// The steady field from `warm`'s state, or else from a cold start seeded by `halved` (when it
// is null, solved here first).
OxygenField solve_field(const OxygenContext& ctx, double biomass_kg_m3, const OxygenField* warm,
                        std::optional<HalvedGridField>* halved, NewtonWorkspace* workspace, const NewtonOptions& newton) {
  NewtonWorkspace local;
  NewtonWorkspace& ws = workspace != nullptr ? *workspace : local;
  const Case& c = ctx.c;
  const auto& net = ctx.net;
  const int n = net.size();
  OxygenSetup setup(ctx, biomass_kg_m3);
  const auto& coeff = setup.coeff;
  const auto& uptake = setup.uptake;
  const auto& transport = setup.transport;
  const double in_o2 = setup.inlet_o2_mol_s, in_co2 = setup.inlet_co2_mol_s;
  const double h_co2 = setup.henry_co2;
  OxygenField f;
  Eigen::VectorXd x;
  std::optional<CoarseCorrection> correction;  // on the halved grid, between the outer passes
  if (warm != nullptr && warm->state.size() == 4 * n) {
    x = warm->state;
  } else {
    x = setup.initial_state();
    std::optional<HalvedGridField> own;
    if (halved == nullptr) {
      own = solve_on_halved_grid(c, net, &ctx.routing.unit_inventory, biomass_kg_m3, newton);
      halved = &own;
    }
    if (*halved) {
      const OxygenField& coarse = (*halved)->field;
      x = nested_state((*halved)->net, coarse, net, coeff.inert_mol_m3, x);
      f.coarse_levels = 1 + coarse.coarse_levels;
      f.coarse_newton_iterations = coarse.newton_iterations + coarse.coarse_newton_iterations;
      f.coarse_outer_iterations = coarse.outer_iterations + coarse.coarse_outer_iterations;
      f.coarse_linear_iterations = coarse.linear_iterations + coarse.coarse_linear_iterations;
      // The halved grid stays for the corrections, or else is freed now (the fine solve's peak).
      if (n >= newton.linear.coarse_correction_from_zones) correction.emplace(std::move(**halved), net, biomass_kg_m3);
      halved->reset();
    }
  }

  NewtonReport rep;
  constexpr int kMaxOuter = 30;
  std::vector<double> previous;
  // Outer loop: holdup, pressure and kLa follow the gas flows of the last solution.
  for (f.outer_iterations = 1; f.outer_iterations <= kMaxOuter; ++f.outer_iterations) {
    setup.update(x);
    double change = previous.empty() ? 1.0 : 0.0;  // holdup change the update made
    for (int k = 0; k < n && !previous.empty(); ++k) change = std::max(change, std::abs(setup.holdup[k] - previous[k]));
    previous = setup.holdup;
    // Holdup settled to 1e-8 (the loose passes leave their own error in it, so tighter than the
    // model needs; an extra pass costs one or two Newton steps). The last allowed pass is full too.
    const bool last = change < 1e-8 || f.outer_iterations == kMaxOuter;
    const OxygenProblem problem(net, ctx.routing, transport, coeff, uptake, in_o2, in_co2);
    Eigen::VectorXd trial = x;
    // While the holdup still moves, the next update disturbs the balances again: cut the residual
    // a hundredfold only; the last pass (holdup settled) is solved to the full tolerance.
    NewtonOptions pass = newton;
    if (!last) {
      pass.balance_tolerance = std::numeric_limits<double>::infinity();  // the last pass closes the balances
      pass.reduction = 1e-2;
    }
    rep = solve_newton(problem, trial, pass, &ws);
    if (!rep.converged) {
      // Continuation in the uptake from the feasible no-culture state.
      trial = x;
      for (double s : {0.0, 0.25, 0.5, 0.75, 1.0}) {
        Uptake u = uptake;
        u.rate_mol_m3_s *= s;
        const OxygenProblem step(net, ctx.routing, transport, coeff, u, in_o2, in_co2);
        NewtonOptions slow = newton;
        slow.max_iterations = 200;
        rep = solve_newton(step, trial, slow, &ws);
        if (!rep.converged) break;
      }
    }
    if (!rep.converged) {
      if (rep.general_lu_refused) {
        throw SolveError(fmt::format(
            "the steady oxygen solve did not converge: the structured linear solve failed after {} Newton "
            "iterations and {} zones are too many for the general sparse LU to take over. Try a coarser grid",
            rep.iterations, n));
      }
      throw SolveError(fmt::format(
          "the steady oxygen solve did not converge (scaled residual {:.3g} after {} Newton iterations). Try a "
          "finer or coarser grid, a lower biomass, or check gas flow and speed",
          rep.residual, rep.iterations));
    }
    x = trial;
    f.newton_iterations += rep.iterations;
    f.linear_iterations += rep.linear_iterations;
    if (last) break;
    if (correction) correct_on_halved_grid(*correction, problem, coeff.inert_mol_m3, x, ws, newton);
  }
  if (correction) f.coarse_linear_iterations += correction->linear_iterations();

  // Fields and summary.
  f.state = x;
  const double air_sat = c.do_percent.reference_mol_m3;
  f.air_saturation_mol_m3 = air_sat;
  auto resize = [n](std::vector<double>& v) { v.assign(n, 0.0); };
  for (auto* v : {&f.do_mol_m3, &f.co2_mol_m3, &f.cstar_mol_m3, &f.kla_1_s, &f.otr_mol_m3_s, &f.our_mol_m3_s, &f.y_o2,
                  &f.y_co2, &f.pco2_pa, &f.do_saturation}) {
    resize(*v);
  }
  f.holdup = setup.holdup;
  f.pressure_pa = setup.pressure_pa;
  f.superficial_gas_m_s = setup.superficial_m_s;
  const double total_v = net.total_volume();
  double kla_v = 0.0, do_v = 0.0, below_v = 0.0;
  f.do_min = std::numeric_limits<double>::infinity();
  for (int k = 0; k < n; ++k) {
    // The solve stops at a scaled residual of 1e-12: a zone that is truly anoxic can end a hair
    // below zero. Such round-off is reported as 0; anything larger stays visible.
    const auto round_off = [](double v, double scale) { return v < 0.0 && v > -1e-9 * scale ? 0.0 : v; };
    const double no = round_off(x[4 * k + 2], coeff.inert_mol_m3[k] + 1e-300), nc = round_off(x[4 * k + 3], coeff.inert_mol_m3[k] + 1e-300);
    const double total = no + nc + coeff.inert_mol_m3[k];
    f.do_mol_m3[k] = round_off(x[4 * k], air_sat);
    f.co2_mol_m3[k] = round_off(x[4 * k + 1], air_sat);
    f.y_o2[k] = total > 0.0 ? no / total : 0.0;
    f.y_co2[k] = total > 0.0 ? nc / total : 0.0;
    f.cstar_mol_m3[k] = coeff.cstar_per_y_o2[k] * f.y_o2[k];
    // The balances' own kLa and transfer: kLa follows the zone's gas from the value it was last
    // computed at (oxygen_problem.hpp); the outer loop has settled, so they differ by < 1e-8.
    const ZoneTransfer z = zone_transfer(coeff, k, x[4 * k], x[4 * k + 1], x[4 * k + 2], x[4 * k + 3]);
    f.kla_1_s[k] = coeff.transfer_o2[k] * z.gas_ratio / net.volume[k];
    f.otr_mol_m3_s[k] = z.otr / net.volume[k];
    f.our_mol_m3_s[k] = uptake.our(f.do_mol_m3[k]);
    f.pco2_pa[k] = f.co2_mol_m3[k] / h_co2;
    f.do_saturation[k] = f.do_mol_m3[k] / air_sat;
    kla_v += f.kla_1_s[k] * net.volume[k];
    do_v += f.do_mol_m3[k] * net.volume[k];
    if (f.do_mol_m3[k] < c.culture.critical_do_mol_m3) below_v += net.volume[k];
    if (f.do_mol_m3[k] < f.do_min) f.do_min = f.do_mol_m3[k], f.do_min_zone = k;
    f.otr_total_mol_s += f.otr_mol_m3_s[k] * net.volume[k];
    f.our_total_mol_s += f.our_mol_m3_s[k] * net.volume[k];
    f.pco2_max_pa = std::max(f.pco2_max_pa, f.pco2_pa[k]);
  }
  for (int k = 0; k < n; ++k) {
    f.gas_volume_m3 += f.holdup[k] * net.volume[k];
    f.holdup_max = std::max(f.holdup_max, f.holdup[k]);
    if (f.holdup[k] > bubbly_flow_holdup) f.volume_fraction_churning += net.volume[k] / total_v;
  }
  f.holdup_mean = f.gas_volume_m3 / total_v;
  // The zones are the ungassed liquid's; the gas they hold swells the dispersion above it.
  f.gassed_level_m = net.shape.height_for_volume(total_v + f.gas_volume_m3);
  f.kla_mean_1_s = kla_v / total_v;
  f.do_mean = do_v / total_v;
  f.volume_fraction_below_critical = below_v / total_v;
  // Off-gas: what leaves through the surface.
  std::vector<double> g_o(n), g_c(n);
  for (int k = 0; k < n; ++k) g_o[k] = x[4 * k + 2], g_c[k] = x[4 * k + 3];
  const double out_o = surface_flow(ctx.routing, g_o), out_c = surface_flow(ctx.routing, g_c);
  const double out_i = surface_flow(ctx.routing, coeff.inert_mol_m3);
  f.o2_in_mol_s = in_o2;
  f.o2_out_mol_s = out_o;
  f.offgas_y_o2 = out_o / (out_o + out_c + out_i);
  f.offgas_y_co2 = out_c / (out_o + out_c + out_i);
  f.o2_balance_error = (in_o2 - out_o - f.otr_total_mol_s) / in_o2;
  f.kla_vessel_1_s = setup.kla_vessel_1_s;
  return f;
}

}  // namespace

OxygenField solve_oxygen_field(const OxygenContext& ctx, double biomass_kg_m3, const OxygenField* warm,
                               NewtonWorkspace* workspace, const NewtonOptions& newton) {
  return solve_field(ctx, biomass_kg_m3, warm, nullptr, workspace, newton);
}

OxygenField solve_oxygen_field_seeded(const OxygenContext& ctx, double biomass_kg_m3, std::optional<HalvedGridField>& halved,
                                      const NewtonOptions& newton) {
  return solve_field(ctx, biomass_kg_m3, nullptr, &halved, nullptr, newton);
}

NewtonOptions margin_solve_options() {
  NewtonOptions o;
  o.tolerance = 1e-10;
  o.balance_tolerance = std::numeric_limits<double>::infinity();
  return o;
}

double max_supportable_biomass(const OxygenContext& ctx, const OxygenField& field_at_case, double rel_tol) {
  const double critical = ctx.c.culture.critical_do_mol_m3;
  const double x_case = ctx.c.culture.biomass_kg_m3;
  if (ctx.c.culture.q_o2_max_mol_kg_s <= 0.0) return std::numeric_limits<double>::infinity();
  OxygenField warm = field_at_case;
  NewtonWorkspace ws;
  // A margin needs DO_min to the search's resolution, not to the field's 1e-12: solved to a scaled
  // residual of 1e-10 (balances left open), the tall demo's supportable biomass moved by less than
  // 1e-6 relative at 5e3 to 2e5 zones, and the search took a third less time (bench/notes.md).
  const NewtonOptions search = margin_solve_options();
  const auto margin = [&](double x) {
    warm = solve_oxygen_field(ctx, x, &warm, &ws, search);
    return warm.do_min - critical;
  };
  // Bracket: DO_min falls as biomass rises.
  double lo = 0.0, hi = std::max(x_case, 1.0);
  double f_hi = field_at_case.do_min - critical;
  if (x_case <= 0.0 || f_hi >= 0.0) {
    lo = x_case;
    for (int i = 0; i < 12 && f_hi >= 0.0; ++i) {
      lo = hi;
      hi *= 2.0;
      if (hi > 1000.0) return 1000.0;
      f_hi = margin(hi);
    }
  }
  double f_lo = margin(lo);
  if (f_lo < 0.0) return 0.0;
  // Illinois (regula falsi with halving of the stale end) keeps the bracket like bisection, so it
  // is robust where DO_min has kinks (the minimum zone moves), and converges superlinearly.
  int stale = 0;
  for (int it = 0; it < 100 && hi - lo > rel_tol * hi; ++it) {
    double x = lo + (hi - lo) * f_lo / (f_lo - f_hi);
    if (!(x > lo && x < hi)) x = 0.5 * (lo + hi);
    const double fx = margin(x);
    if (fx >= 0.0) {
      lo = x, f_lo = fx;
      if (stale == -1) f_hi *= 0.5;
      stale = -1;
    } else {
      hi = x, f_hi = fx;
      if (stale == 1) f_lo *= 0.5;
      stale = 1;
    }
    if (std::abs(fx) < 1e-9 * critical) return x;
  }
  return 0.5 * (lo + hi);
}

std::vector<bool> gassed_zones(const OxygenField& f) {
  std::vector<bool> gassed(f.holdup.size());
  for (size_t k = 0; k < gassed.size(); ++k) gassed[k] = f.holdup[k] >= gas_free_holdup;
  return gassed;
}

}  // namespace oxystrat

**The task**. As the answer, set down only the lines from the data above between the one holding "const OxygenField& coarse" and the one holding "f.coarse_levels = 1", inclusive, exactly as they read.

**Response to the exercise**.
      const OxygenField& coarse = (*halved)->field;
      x = nested_state((*halved)->net, coarse, net, coeff.inert_mol_m3, x);
      f.coarse_levels = 1 + coarse.coarse_levels;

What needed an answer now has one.